Part-of-Speech Tagging
A basic part-of-speech tagger is provided by pos_tag(),
which takes a segmented phrase or sentence as the input:
import pycantonese
unsegmented = '我噚日買對鞋。' # I bought a pair of shoes yesterday.
segmented = pycantonese.segment(unsegmented)
segmented
# ['我', '噚日', '買', '對鞋', '。']
pycantonese.pos_tag(segmented)
# [('我', 'PRON'), ('噚日', 'ADV'), ('買', 'VERB'), ('對鞋', 'NOUN'), ('。', 'PUNCT')]
The part-of-speech tagger uses the averaged perceptron model trained on
HKCanCor data.
HKCanCor has already been annotated for part-of-speech tags,
with a tagset of over 100 tags
(46 of which are described).
By default, pos_tag() maps the HKCanCor tagset to the
Universal Dependencies v2 tagset
(with 17 tags),
for cross-linguistic natural language processing work.
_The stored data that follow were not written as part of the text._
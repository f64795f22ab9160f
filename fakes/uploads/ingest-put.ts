import type { IncomingMessage, ServerResponse } from 'node:http';
import busboy from 'busboy';
import { callbackTarget, devStreamLine, makeDelivery, postHook, type HookDelivery } from './callback-sender';
import type { FakeContext } from './context';
import { CORS_HEADERS, drain, requestBase, sendJson } from './http-util';
import { parsePresignedUpload, UrlRefused, type PresignedUpload } from './presigned';
import type { Registration } from './registry';
import { SizeMismatch, type StoredFile } from './storage';

// PUT <presigned url>: verify, stream the multipart field `file` to disk, then (route uploads)
// send the signed callback and hold the answer until the app's `/callback-result` arrives.

class UploadFailed extends Error {
  constructor(
    readonly status: number,
    message: string,
  ) {
    super(message);
  }
}

export async function handlePresignedHead(ctx: FakeContext, req: IncomingMessage, res: ServerResponse): Promise<void> {
  try {
    parsePresignedUpload(requestBase(req) + req.url, ctx.opts.apiKey, ctx.opts.appId);
  } catch (err) {
    const status = err instanceof UrlRefused ? err.status : 400;
    res.writeHead(status, { ...CORS_HEADERS, 'x-ut-error': (err as Error).message }).end();
    return;
  }
  // Resume is not offered: an interrupted upload leaves nothing, so the client starts at 0.
  res.writeHead(200, { ...CORS_HEADERS, 'x-ut-range-start': '0', 'content-length': '0' }).end();
}

export async function handlePresignedPut(ctx: FakeContext, req: IncomingMessage, res: ServerResponse): Promise<void> {
  let upload: PresignedUpload;
  try {
    upload = parsePresignedUpload(requestBase(req) + req.url, ctx.opts.apiKey, ctx.opts.appId);
    checkRange(req.headers.range);
    if (!String(req.headers['content-type'] ?? '').startsWith('multipart/form-data')) {
      throw new UploadFailed(400, 'expected a multipart/form-data body with the field "file"');
    }
  } catch (err) {
    await drain(req);
    return sendJson(res, err instanceof UrlRefused || err instanceof UploadFailed ? err.status : 400, { error: (err as Error).message });
  }

  // A presigned URL is good for one upload: a repeat must neither interleave with nor replace it.
  if (ctx.uploading.has(upload.key) || (await ctx.store.get(upload.key))) {
    await drain(req);
    return sendJson(res, 409, { error: `file ${upload.key} is already uploaded or uploading` });
  }
  ctx.uploading.add(upload.key);
  try {
    await receiveAndComplete(ctx, req, res, upload);
  } finally {
    ctx.uploading.delete(upload.key);
  }
}

async function receiveAndComplete(ctx: FakeContext, req: IncomingMessage, res: ServerResponse, upload: PresignedUpload): Promise<void> {
  let reg: Registration | null = null;
  if (upload.slug !== null) {
    reg = await ctx.registry.waitForRegistration(upload.key, ctx.opts.registrationTimeoutMs);
    if (!reg) {
      await drain(req);
      ctx.log(`PUT ${upload.key}: no /route-metadata registration`);
      return sendJson(res, 409, { error: `no /route-metadata registration for ${upload.key} within ${ctx.opts.registrationTimeoutMs} ms` });
    }
  }

  try {
    const stored = await receiveFile(ctx, req, upload);
    const urls = fileUrls(ctx, req, stored.key);
    ctx.log(`stored ${stored.key} (${stored.size} bytes, md5 ${stored.fileHash})`);
    const serverData = reg ? await runCallback(ctx, reg, upload, stored, urls) : null;
    sendJson(res, 200, { ...urls, fileHash: stored.fileHash, serverData });
  } catch (err) {
    const status = err instanceof UploadFailed ? err.status : err instanceof SizeMismatch ? 413 : 500;
    const message = (err as Error).message;
    ctx.log(`PUT ${upload.key} failed: ${message}`);
    await ctx.store.delete(upload.key);
    if (reg) sendErrorHook(ctx, reg, upload.key, message);
    await drain(req);
    sendJson(res, status, { error: message });
  } finally {
    ctx.registry.finish(upload.key);
  }
}

function checkRange(range: string | undefined): void {
  if (range === undefined) return;
  const m = /^bytes=(\d+)-$/.exec(range.trim());
  if (!m) throw new UploadFailed(400, `unsupported Range "${range}"`);
  if (m[1] !== '0') throw new UploadFailed(416, `Range ${range}: resume is not offered, start at 0`);
}

function receiveFile(ctx: FakeContext, req: IncomingMessage, upload: PresignedUpload): Promise<StoredFile> {
  return new Promise((resolve, reject) => {
    let parser: busboy.Busboy;
    try {
      parser = busboy({ headers: req.headers, limits: { files: 1, fields: 20 } });
    } catch (err) {
      return reject(new UploadFailed(400, `bad multipart body: ${(err as Error).message}`));
    }
    let storing: Promise<StoredFile> | null = null;
    parser.on('file', (field, stream) => {
      if (field !== 'file' || storing) return stream.resume();
      const file = {
        key: upload.key,
        name: upload.fileName,
        type: upload.fileType,
        customId: upload.customId,
        acl: upload.acl,
        contentDisposition: upload.contentDisposition,
      };
      storing = ctx.store.store(file, stream, upload.fileSize);
      storing.catch(() => {}); // observed below; avoids an unhandled rejection meanwhile
    });
    parser.on('error', (err: Error) => reject(new UploadFailed(400, `bad multipart body: ${err.message}`)));
    parser.on('close', () => {
      if (!storing) return reject(new UploadFailed(400, 'multipart body has no field "file"'));
      storing.then(resolve, reject);
    });
    // A client that goes away mid-body must not leave a half file behind.
    req.on('close', () => {
      if (!req.complete) parser.destroy(new Error('client closed the connection before the end of the file'));
    });
    req.pipe(parser);
  });
}

function fileUrls(ctx: FakeContext, req: IncomingMessage, key: string) {
  const base = requestBase(req);
  const ufsUrl = `${base}/f/${key}`;
  return { url: ufsUrl, appUrl: `${base}/a/${ctx.opts.appId}/${key}`, ufsUrl };
}

async function runCallback(
  ctx: FakeContext,
  reg: Registration,
  upload: PresignedUpload,
  stored: StoredFile,
  urls: ReturnType<typeof fileUrls>,
): Promise<unknown> {
  const payload = {
    status: 'uploaded',
    file: { name: stored.name, size: stored.size, type: stored.type, customId: stored.customId, key: stored.key, ...urls, fileHash: stored.fileHash },
    origin: ctx.origin(),
    metadata: reg.metadata,
  };
  const delivery = makeDelivery(callbackTarget(reg.callbackUrl, reg.callbackSlug), 'callback', payload, ctx.opts.apiKey);
  const result = reg.awaitServerData ? ctx.registry.expectResult(upload.key, ctx.opts.callbackTimeoutMs) : null;
  const sent = deliver(ctx, reg, delivery);
  if (!result) {
    sent.catch((err: Error) => ctx.log(`callback for ${upload.key} failed: ${err.message}`));
    return null;
  }
  const failed = sent.then(
    () => new Promise<never>(() => {}),
    (err: Error) => {
      ctx.registry.cancelResult(upload.key);
      throw err;
    },
  );
  const answer = await Promise.race([result, failed]);
  if (answer === null) throw new UploadFailed(504, `no /callback-result from the app within ${ctx.opts.callbackTimeoutMs} ms (did onUploadComplete throw?)`);
  if ('error' in answer) throw new UploadFailed(502, `the app reported: ${answer.error}`);
  return answer.callbackData;
}

/** Production: POST to the app. Dev: a line on the open `/route-metadata` stream. */
async function deliver(ctx: FakeContext, reg: Registration, delivery: HookDelivery): Promise<void> {
  ctx.hooks.push(delivery);
  if (ctx.hooks.length > 200) ctx.hooks.shift(); // a long demo run keeps only recent ones
  if (reg.isDev) {
    if (!reg.devStream || reg.devStream.writableEnded || reg.devStream.destroyed) {
      throw new UploadFailed(502, 'the app closed its /route-metadata stream before the file arrived');
    }
    reg.devStream.write(devStreamLine(delivery));
    return;
  }
  let answer;
  try {
    answer = await postHook(delivery, ctx.opts.callbackTimeoutMs);
  } catch (err) {
    throw new UploadFailed(502, `callback to ${delivery.url} failed: ${(err as Error).message}`);
  }
  if (answer.status < 200 || answer.status >= 300) {
    throw new UploadFailed(502, `callback to ${delivery.url} answered ${answer.status}: ${answer.body.slice(0, 200)}`);
  }
}

function sendErrorHook(ctx: FakeContext, reg: Registration, fileKey: string, error: string): void {
  const delivery = makeDelivery(callbackTarget(reg.callbackUrl, reg.callbackSlug), 'error', { fileKey, error }, ctx.opts.apiKey);
  deliver(ctx, reg, delivery).catch((err: Error) => ctx.log(`error hook for ${fileKey} not delivered: ${err.message}`));
}
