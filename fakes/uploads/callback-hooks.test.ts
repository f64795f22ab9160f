import { afterAll, afterEach, beforeAll, describe, expect, it } from 'vitest';
import { startFixture, textFile, type Fixture } from './testing/fixture';
import { installXhrShim } from './testing/xhr-shim';

// The test hooks issue 4 builds on: replay a callback (the app must be idempotent) and send a
// forged one (the real SDK handler must refuse it).

let uninstall: () => void;
beforeAll(() => {
  uninstall = installXhrShim();
});
afterAll(() => uninstall());

let fx: Fixture;
afterEach(async () => fx?.close());

describe.each([{ isDev: false }, { isDev: true }])('callback hooks (isDev: $isDev)', ({ isDev }) => {
  it('sends the callback signed, with the fields the SDK expects', async () => {
    fx = await startFixture({ isDev });
    const [result] = await fx.uploader.uploadFiles('bandFile', { files: [textFile('a.txt', 64)], headers: { 'x-test-submitter': 'ben' } });
    const last = fx.fake.lastCallback()!;
    expect(last.url).toBe(`${fx.app.endpoint}?slug=bandFile`);
    expect(last.signature).toMatch(/^hmac-sha256=[0-9a-f]{64}$/);
    expect(JSON.parse(last.body)).toEqual({
      status: 'uploaded',
      file: { name: 'a.txt', size: 64, type: 'text/plain', customId: null, key: result.key, url: result.ufsUrl, appUrl: expect.stringContaining(`/a/`), ufsUrl: result.ufsUrl, fileHash: result.fileHash },
      origin: fx.fake.url,
      metadata: { submitter: 'ben' },
    });
  });

  it('replays the last callback: the app receives it again (idempotency is the app\'s job)', async () => {
    fx = await startFixture({ isDev });
    await fx.uploader.uploadFiles('bandFile', { files: [textFile('a.txt', 64)] });
    expect(fx.app.completed).toHaveLength(1);
    const answer = await fx.fake.replayLastCallback();
    expect(answer.status).toBe(200);
    await expect.poll(() => fx.app.completed.length).toBe(2);
    const key = fx.app.completed[0].file.key;
    expect(fx.app.completed[1].file.key).toBe(key);
    // The app answers the replay with a second /callback-result; no upload waits for it any more.
    await expect.poll(() => fx.logs).toContain(`callback-result for ${key}: no upload waiting`);
  });

  it('a forged callback is refused by the real SDK handler and never reaches onUploadComplete', async () => {
    fx = await startFixture({ isDev });
    await fx.uploader.uploadFiles('bandFile', { files: [textFile('a.txt', 64)] });
    const answer = await fx.fake.sendForgedCallback();
    expect(answer.status).toBe(400);
    expect(JSON.parse(answer.body)).toEqual({ message: 'Invalid signature' });
    await new Promise((r) => setTimeout(r, 100));
    expect(fx.app.completed).toHaveLength(1);
  });
});
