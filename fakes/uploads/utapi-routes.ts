import type { IncomingMessage, ServerResponse } from 'node:http';
import type { FakeContext } from './context';
import { HttpError, readJson, requestBase, requireApiKey, sendJson, stringArray } from './http-util';
import { signUrl } from './presigned';
import type { StoredFile } from './storage';

// POST /v6/<action>, as UTApi calls them. Answers follow the SDK's response schemas.

type Body = Record<string, unknown>;
type Action = (ctx: FakeContext, body: Body, base: string) => Promise<unknown>;

/** Resolves `fileKeys` or `customIds` (UTApi's keyType option) to stored files. */
async function filesFor(ctx: FakeContext, body: Body): Promise<StoredFile[]> {
  const files = body.customIds !== undefined
    ? await Promise.all(stringArray(body.customIds, 'customIds').map((id) => ctx.store.findByCustomId(id)))
    : await Promise.all(stringArray(body.fileKeys, 'fileKeys').map((key) => ctx.store.get(key)));
  return files.filter((f): f is StoredFile => f !== null);
}

async function fileFor(ctx: FakeContext, ref: Body): Promise<StoredFile | null> {
  if (typeof ref.fileKey === 'string') return ctx.store.get(ref.fileKey);
  if (typeof ref.customId === 'string') return ctx.store.findByCustomId(ref.customId);
  throw new HttpError(400, 'each entry needs fileKey or customId');
}

function updates(body: Body): Body[] {
  if (!Array.isArray(body.updates) || !body.updates.every((u) => typeof u === 'object' && u !== null)) {
    throw new HttpError(400, 'updates must be an array of objects');
  }
  return body.updates as Body[];
}

const actions: Record<string, Action> = {
  async deleteFiles(ctx, body) {
    let deletedCount = 0;
    for (const f of await filesFor(ctx, body)) if (await ctx.store.delete(f.key)) deletedCount++;
    return { success: true, deletedCount };
  },
  async getFileUrl(ctx, body, base) {
    return { data: (await filesFor(ctx, body)).map((f) => ({ key: f.key, url: `${base}/f/${f.key}` })) };
  },
  async listFiles(ctx, body) {
    const all = await ctx.store.list();
    const offset = typeof body.offset === 'number' ? body.offset : 0;
    const limit = typeof body.limit === 'number' ? body.limit : 500;
    const page = all.slice(offset, offset + limit);
    return {
      hasMore: offset + page.length < all.length,
      files: page.map((f) => ({ id: f.key, customId: f.customId, key: f.key, name: f.name, size: f.size, status: 'Uploaded', uploadedAt: f.uploadedAt })),
    };
  },
  async requestFileAccess(ctx, body, base) {
    const file = await fileFor(ctx, body);
    if (!file) throw new HttpError(404, 'no such file');
    const ttl = typeof body.expiresIn === 'number' ? body.expiresIn : 3600;
    const url = signUrl(`${base}/a/${ctx.opts.appId}/${file.key}`, ctx.opts.apiKey, ttl);
    return { url, ufsUrl: url };
  },
  async renameFiles(ctx, body) {
    for (const u of updates(body)) {
      if (typeof u.newName !== 'string' || u.newName === '') throw new HttpError(400, 'newName must be a non-empty string');
      const file = await fileFor(ctx, u);
      if (file) await ctx.store.update(file.key, { name: u.newName });
    }
    return { success: true };
  },
  async updateACL(ctx, body) {
    for (const u of updates(body)) {
      if (u.acl !== 'public-read' && u.acl !== 'private') throw new HttpError(400, 'acl must be "public-read" or "private"');
      const file = await fileFor(ctx, u);
      if (file) await ctx.store.update(file.key, { acl: u.acl });
    }
    return { success: true };
  },
  async getUsageInfo(ctx) {
    const all = await ctx.store.list();
    const bytes = all.reduce((sum, f) => sum + f.size, 0);
    return { totalBytes: bytes, appTotalBytes: bytes, filesUploaded: all.length, limitBytes: 2 ** 40 };
  },
};

export async function handleUtApi(ctx: FakeContext, req: IncomingMessage, res: ServerResponse, name: string): Promise<void> {
  const action = Object.hasOwn(actions, name) ? actions[name] : undefined;
  if (!action) throw new HttpError(404, `unknown UTApi action "${name}"`);
  requireApiKey(req, ctx.opts.apiKey);
  sendJson(res, 200, await action(ctx, await readJson(req), requestBase(req)));
}
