import { readFile } from 'node:fs/promises';
import path from 'node:path';
import { afterEach, beforeEach, describe, expect, it } from 'vitest';
import { UTApi, UTFile } from 'uploadthing/server';
import { makeUploadToken } from './config';
import { startUploadFake, type UploadFake } from './fake';
import { API_KEY, APP_ID, textFile } from './testing/fixture';
import { mkdtemp, readdir, rm } from 'node:fs/promises';
import os from 'node:os';

// UTApi against the fake: uploads without a route (no callback) and the /v6 endpoints.

let fake: UploadFake;
let dir: string;
let utapi: UTApi;

beforeEach(async () => {
  dir = await mkdtemp(path.join(os.tmpdir(), 'fake-uploads-'));
  fake = await startUploadFake({ port: 0, dir, apiKey: API_KEY, appId: APP_ID });
  utapi = new UTApi({
    token: makeUploadToken(API_KEY, APP_ID),
    apiUrl: fake.url,
    ingestUrl: fake.url,
    ufsHost: `localhost:${fake.port}`,
    ufsAppIdLocation: 'path',
    logLevel: 'Error',
  });
});
afterEach(async () => {
  await fake.close();
  await rm(dir, { recursive: true, force: true });
});

async function upload(name: string, size: number, customId?: string) {
  const file = textFile(name, size);
  const res = await utapi.uploadFiles(new UTFile([await file.arrayBuffer()], name, { type: 'text/plain', customId }));
  if (res.error) throw new Error(res.error.message);
  return { data: res.data, bytes: Buffer.from(await file.arrayBuffer()) };
}

describe('UTApi through the fake', () => {
  it('uploadFiles stores the bytes and serves them back identically at ufsUrl, with no callback', async () => {
    const { data, bytes } = await upload('phonons.txt', 200_000, 'rev-1');
    expect(data).toMatchObject({ name: 'phonons.txt', size: 200_000, type: 'text/plain', customId: 'rev-1' });
    expect((await readFile(path.join(dir, data.key))).equals(bytes)).toBe(true);
    const served = await fetch(data.ufsUrl);
    expect(Buffer.from(await served.arrayBuffer()).equals(bytes)).toBe(true);
    expect(served.headers.get('content-disposition')).toBe("inline; filename*=UTF-8''phonons.txt");
    expect(fake.hooks).toEqual([]);
  });

  it('listFiles lists uploads (with paging), getFileUrls and getUsageInfo describe them', async () => {
    const a = (await upload('a.txt', 10)).data;
    const b = (await upload('b.txt', 20, 'custom-b')).data;
    const all = await utapi.listFiles();
    expect(all.hasMore).toBe(false);
    expect(all.files.map((f) => [f.key, f.name, f.size, f.customId, f.status])).toEqual([
      [a.key, 'a.txt', 10, null, 'Uploaded'],
      [b.key, 'b.txt', 20, 'custom-b', 'Uploaded'],
    ]);
    expect(await utapi.listFiles({ limit: 1 })).toMatchObject({ hasMore: true, files: [{ key: a.key }] });
    expect((await utapi.getFileUrls(b.key)).data).toEqual([{ key: b.key, url: `${fake.url}/f/${b.key}` }]);
    expect(await utapi.getUsageInfo()).toMatchObject({ totalBytes: 30, appTotalBytes: 30, filesUploaded: 2 });
  });

  it('deleteFiles removes files from disk, by key or by customId', async () => {
    const a = (await upload('a.txt', 10)).data;
    const b = (await upload('b.txt', 10, 'custom-b')).data;
    expect(await utapi.deleteFiles(a.key)).toEqual({ success: true, deletedCount: 1 });
    expect(await utapi.deleteFiles('custom-b', { keyType: 'customId' })).toEqual({ success: true, deletedCount: 1 });
    expect(await utapi.deleteFiles('no-such-key')).toEqual({ success: true, deletedCount: 0 });
    expect(await readdir(dir)).toEqual([]);
    expect((await fetch(`${fake.url}/f/${b.key}`)).status).toBe(404);
    expect((await utapi.listFiles()).files).toEqual([]);
  });

  it('renameFiles changes the listed name; updateACL makes a file private and signed URLs open it', async () => {
    const { data, bytes } = await upload('a.txt', 100);
    expect(await utapi.renameFiles({ fileKey: data.key, newName: 'renamed.txt' })).toEqual({ success: true });
    expect((await utapi.listFiles()).files[0].name).toBe('renamed.txt');

    expect(await utapi.updateACL(data.key, 'private')).toEqual({ success: true });
    expect((await fetch(data.ufsUrl)).status).toBe(403);

    const { ufsUrl } = await utapi.generateSignedURL(data.key, { expiresIn: 60 });
    expect(ufsUrl.startsWith(`http://localhost:${fake.port}/a/${APP_ID}/${data.key}?expires=`)).toBe(true);
    expect(Buffer.from(await (await fetch(ufsUrl)).arrayBuffer()).equals(bytes)).toBe(true);

    const access = await utapi.getSignedURL(data.key, { expiresIn: 60 });
    expect((await fetch(access.ufsUrl)).status).toBe(200);
    const tampered = access.ufsUrl.replace(/expires=\d+/, (m) => `${m}1`);
    expect((await fetch(tampered)).status).toBe(403);
  });

  it('refuses a wrong API key with 401', async () => {
    const res = await fetch(`${fake.url}/v6/listFiles`, { method: 'POST', headers: { 'x-uploadthing-api-key': 'sk_wrong' }, body: '{}' });
    expect(res.status).toBe(401);
    const wrong = new UTApi({ token: makeUploadToken('sk_wrong', APP_ID), apiUrl: fake.url, logLevel: 'Error' });
    await expect(wrong.listFiles()).rejects.toThrow();
  });
});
If you would like the original HKCanCor tagset,
pos_tag() accepts the keyword argument tagset:
pycantonese.pos_tag(segmented, tagset="hkcancor")
# [('我', 'r'), ('噚日', 't'), ('買', 'v'), ('對鞋', 'n'), ('。', '。')]
The helper function hkcancor_to_ud()
exposes the tagset mapping from HKCanCor to Universal Dependencies.
Due to the statistical nature of part-of-speech tagging,
the quality of results from pos_tag() depends on
(i) the training data,
(ii) the quality of word segmentation, since the function expects a segmented input.
Currently, a major limitation is the fact that HKCanCor is perhaps still
the only Cantonese corpus with a permissive license that comes annotated
with part-of-speech tags.
Its relatively small size (about 150,000 tagged words) means that models
more sophisticated than a standard averaged perceptron approach wouldn’t be worth it.
If you think the results from pos_tag() are odd,
it is potentially due to the HKCanCor training data
(e.g., specific occurrences of word + tag combinations might have thrown off the tagger),
or the quality of word segmentation, especially if your segmented input comes from
segment()
– please get in touch
if you would like further investigation.